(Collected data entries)
-=-=-=-=-
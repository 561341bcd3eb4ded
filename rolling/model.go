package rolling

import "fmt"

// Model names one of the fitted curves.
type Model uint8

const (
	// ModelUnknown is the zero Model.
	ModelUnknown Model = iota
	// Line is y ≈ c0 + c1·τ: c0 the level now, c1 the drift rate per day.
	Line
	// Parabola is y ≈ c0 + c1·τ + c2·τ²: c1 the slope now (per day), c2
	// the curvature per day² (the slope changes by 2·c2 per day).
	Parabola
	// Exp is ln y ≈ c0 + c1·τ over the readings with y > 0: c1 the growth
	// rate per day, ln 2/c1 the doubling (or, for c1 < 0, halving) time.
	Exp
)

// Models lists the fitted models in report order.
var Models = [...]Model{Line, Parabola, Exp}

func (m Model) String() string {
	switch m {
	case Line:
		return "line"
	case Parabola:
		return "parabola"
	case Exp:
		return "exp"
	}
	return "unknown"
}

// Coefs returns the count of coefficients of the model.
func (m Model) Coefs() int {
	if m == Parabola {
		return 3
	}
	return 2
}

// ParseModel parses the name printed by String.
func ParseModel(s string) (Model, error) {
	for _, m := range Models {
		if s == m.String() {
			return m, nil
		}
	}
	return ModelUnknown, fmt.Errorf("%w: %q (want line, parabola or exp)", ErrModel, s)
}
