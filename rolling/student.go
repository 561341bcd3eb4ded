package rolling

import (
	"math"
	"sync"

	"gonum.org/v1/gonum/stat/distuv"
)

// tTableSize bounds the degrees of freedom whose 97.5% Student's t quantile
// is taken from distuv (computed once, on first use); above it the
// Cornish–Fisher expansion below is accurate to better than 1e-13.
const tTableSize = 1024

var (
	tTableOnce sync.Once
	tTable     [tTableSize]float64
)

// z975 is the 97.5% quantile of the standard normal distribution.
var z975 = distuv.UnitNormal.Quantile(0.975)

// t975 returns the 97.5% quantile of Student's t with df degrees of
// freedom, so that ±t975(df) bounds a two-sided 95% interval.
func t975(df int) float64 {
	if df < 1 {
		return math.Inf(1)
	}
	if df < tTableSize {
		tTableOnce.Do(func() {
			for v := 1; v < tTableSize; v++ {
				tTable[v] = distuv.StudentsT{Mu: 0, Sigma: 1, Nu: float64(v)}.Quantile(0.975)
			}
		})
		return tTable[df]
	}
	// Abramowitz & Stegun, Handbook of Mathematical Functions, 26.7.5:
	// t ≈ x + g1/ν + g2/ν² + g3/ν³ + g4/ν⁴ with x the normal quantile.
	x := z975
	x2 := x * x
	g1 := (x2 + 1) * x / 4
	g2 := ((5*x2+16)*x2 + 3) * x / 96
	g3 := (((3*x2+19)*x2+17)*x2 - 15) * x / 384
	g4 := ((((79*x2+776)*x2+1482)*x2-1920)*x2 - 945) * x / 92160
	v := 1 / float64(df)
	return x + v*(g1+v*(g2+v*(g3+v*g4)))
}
-=-=-=-=-
> [ASSIGNMENT]:
Identify every line above with the string "rolling" in it. Copy those lines.

> [SOLUTION TO THE PROBLEM]:
filename rolling/model.go
package rolling
filename rolling/student.go
package rolling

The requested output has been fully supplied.